Olaudah Equiano, also known as Gustavus Vassa, was a prominent African involved in the British abolitionist movement during the late 18th century. He was born in what is now Nigeria in the mid-1700s and was enslaved as a child. He eventually gained his freedom and became a key figure in the fight against the transatlantic slave trade.
How did Olaudah Equiano gain his freedom?
Equiano gained his freedom through a combination of hard work, determination, and some fortunate circumstances. He worked as a slave on plantations in the Americas and eventually earned enough money through trading and other activities to buy his own freedom. He was able to secure his freedom in 1766.
What was Olaudah Equiano’s role in the abolitionist movement?
Olaudah Equiano played a significant role in the British abolitionist movement by sharing his personal experiences as a former slave. In 1789, he published his autobiography, “The Interesting Narrative of the Life of Olaudah Equiano,” which became a bestseller and helped raise awareness about the brutality of the slave trade. His book and public speeches made a compelling case for the abolition of slavery.
Where did Olaudah Equiano live and travel during his life?
Equiano traveled extensively during his life. After gaining his freedom, he lived in London, England, and worked as a free man. He also spent time traveling throughout the British Isles, the American colonies, and the Caribbean. His experiences in these regions influenced his views on slavery and the slave trade.
What impact did Olaudah Equiano have on the abolitionist movement?

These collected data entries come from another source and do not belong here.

Runs every value of the loop's 'sweep' members (default loop: the file's first) on worker
threads and prints one row per run: the swept value, whether the run recovered (✓: every plant
state ends within 2 % of its start distance from the operating point and stays there over the
last tenth of the run), final value, overshoot and 2 % settling of the first shown signal, and
the expects that held.
  --loop NAME       the loop to sweep
  --json            print {loop, file, runs: [{label, target, value, unit, recovered, error?,
                    expects, signal, final, overshoot, settling, peak, steps}], failed}
  --html FILE       also write a self-contained HTML report of the runs (plots, metrics,
                    expects, linearization, poles and the model text)
  --threads N       worker threads (default: the machine's cores, at most the run count)
  --limit           bisect the start value of the loop's 'sweep start' member for the largest
                    one from which the loop still recovers; prints it with its unit and the
                    number of runs (JSON: {loop, target, unit, status, limit, fails, resolution,
                    runs, operatingPoint, tried})
  --resolution V    width of the final bracket, in the swept state's unit unless V has one
                    (default: a thousandth of the searched range)
  --max V           far end of the search (default: the swept value farthest from the
                    operating point)
Exit status: 0 every run finished and every expect held (--limit: a limit was found, or every
value recovers), 1 a run or an expect failed (--limit: no value recovers) or the model has
errors, 2 usage error or unreadable file.`,
  async run(args, io) {
    const p = parseArgs(args, { valued: ['loop', 'html', 'threads', 'resolution', 'max'], booleans: ['json', 'limit'] });
    if (p.positional.length !== 1) throw new UsageError(p.positional.length ? 'give one file' : 'no file given');
    const limit = p.flags.has('limit');
    if (!limit && (p.flags.has('resolution') || p.flags.has('max'))) throw new UsageError('--resolution and --max go with --limit');
    if (limit && p.flags.has('html')) throw new UsageError('--html does not go with --limit');
    let threads: number | undefined;
    const th = flagString(p, 'threads');
    if (th !== undefined) {
      if (!/^\d+$/.test(th) || Number(th) < 1 || Number(th) > 256) throw new UsageError('--threads must be a whole number from 1 to 256');
      threads = Number(th);
    }
    const loaded = load(io, p.positional[0], flagString(p, 'loop'));
    if (typeof loaded === 'number') return loaded;
    const { c, spec, file, analysis } = loaded;
    const asJson = p.flags.has('json');
    // a bisection is one run after another: it runs here, without starting workers per run
    const exec: RunExecutor = executeRuns(analysis.text, c, spec, limit ? { mode: 'in-process' } : { threads });
    if (limit) return limitCommand(io, loaded, p, exec, asJson);
    {
      const plan = sweepJobs(spec.sweeps);
      if (!plan.length) {
        io.err(`loopwright sweep: loop '${c.name}' has no sweep member (add 'sweep start SYSTEM.STATE over V1, V2, ...' or 'sweep SYSTEM.PARAM over LO .. HI steps N')`);
        return EXIT_USAGE;
      }
      const bar = new Progress(io, `sweep ${c.name}`, plan.length);
      bar.update(0);
      const runs = await exec.run(plan, (n) => bar.update(n));
      bar.finish(runs.length, exec.mode === 'threads' ? `done on ${Math.min(exec.threads, plan.length)} threads` : 'done');
      const report = reportFor(analysis, c, runs, file);
      const units = new Map(report.signals.map((s) => [s.name, s.unit]));
      const shown = report.signals[0]?.name;
      const rows = runs.map((r) => rowOf(r, shown));
      const failed = runs.some((r) => r.error || r.expects.some((e) => !e.pass));
      const html = flagString(p, 'html');
      if (html && !writeHtmlReport(io, 'sweep', html, { report, analysis, loop: c.name, heading: `Sweep of loop ${c.name} in ${file}` })) return EXIT_USAGE;
      if (asJson) {
        io.out(json({ loop: c.name, file, runs: rows, failed }));
        return failed ? EXIT_FAIL : EXIT_OK;
      }
      const out = [`${c.name}: ${runs.length} run${runs.length === 1 ? '' : 's'} of the sweep`, sweepTable(rows, units)];
      for (const r of rows) {
        if (r.error) out.push(`${r.label}: run failed [${r.error.code}]: ${r.error.message}`);
        for (const e of r.expects) if (!e.pass) out.push(`${r.label}: FAIL ${e.text}${e.measuredText ? ` (measured ${e.measuredText})` : ''}`);
      }
      if (html) out.push(`report written to ${html}`);
      io.out(out.join('\n'));
      return failed ? EXIT_FAIL : EXIT_OK;
    }
  },
};

async function limitCommand(io: CliIO, l: Loaded, p: ReturnType<typeof parseArgs>, exec: RunExecutor, asJson: boolean): Promise<number> {
  const { c, spec } = l;
  const starts = spec.sweeps.filter((s) => s.kind === 'start');
  if (!starts.length) {
    io.err(`loopwright sweep: --limit needs a 'sweep start SYSTEM.STATE over ...' member in loop '${c.name}'`);
    return EXIT_USAGE;
  }
  const sw = starts[0];
  const unit = sw.unit.text ? sw.unit : displayUnit(undefined);
  let maxSi: number | undefined, resolutionSi: number | undefined;
  const maxText = flagString(p, 'max'), resText = flagString(p, 'resolution');
  if (maxText !== undefined) {
    const r = parseValue(maxText, unit, false);
    if (!r.ok) throw new UsageError(`--max ${r.message}`);
    maxSi = r.si;
  }
  if (resText !== undefined) {
    const r = parseValue(resText, unit, true);
    if (!r.ok) throw new UsageError(`--resolution ${r.message}`);
    if (!(r.si > 0)) throw new UsageError('--resolution must be positive');
    resolutionSi = r.si;
  }
  const bar = new Progress(io, `limit ${sw.target}`, 0);
  const res = await recoveryLimit(c, spec, sw, {
    maxSi,
    resolutionSi,
    run: async (si, label) => (await exec.run([{ label, kind: 'sweep', starts: [[sw.target, si]] }]))[0],
    onRun: (n) => {
      bar.setTotal(n);
      bar.update(n);
    },
  });
  bar.finish(res.runs, 'done');
  if (asJson) {
    io.out(json({ loop: c.name, ...res }));
    return res.status === 'none-recover' ? EXIT_FAIL : EXIT_OK;
  }
  const u = sw.unit;
  const lines: string[] = [];
  if (res.status === 'found') {
    lines.push(`${c.name}: recovers from ${sw.target} up to ${withUnit(res.limit!, u)} (not from ${withUnit(res.fails!, u)}); resolution ${withUnit(res.resolution, u, 3)}, ${res.runs} runs`);
  } else if (res.status === 'all-recover') {
    lines.push(`${c.name}: recovers from every ${sw.target} tried, up to ${withUnit(res.limit!, u)} (the far end of the search; give --max to search further); ${res.runs} run${res.runs === 1 ? '' : 's'}`);
  } else {
    lines.push(`${c.name}: does not recover from ${sw.target} = ${withUnit(res.fails!, u)}, nor from just beside the operating point (${withUnit(res.operatingPoint, u)}); ${res.runs} runs`);
  }
  lines.push(`operating point: ${sw.target} = ${withUnit(res.operatingPoint, u)}`);
  io.out(lines.join('\n'));
  return res.status === 'none-recover' ? EXIT_FAIL : EXIT_OK;
}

Olaudah Equiano had a profound impact on the abolitionist movement. His personal story and writings helped humanize the suffering of enslaved people, making a moral and emotional appeal to the public. His work contributed to the growing momentum for the abolition of the transatlantic slave trade in the late 18th century, leading to the passage of the British Slave Trade Act in 1807, which banned the transatlantic slave trade. Equiano’s legacy continues to be celebrated as a symbol of the struggle for freedom and the fight against slavery.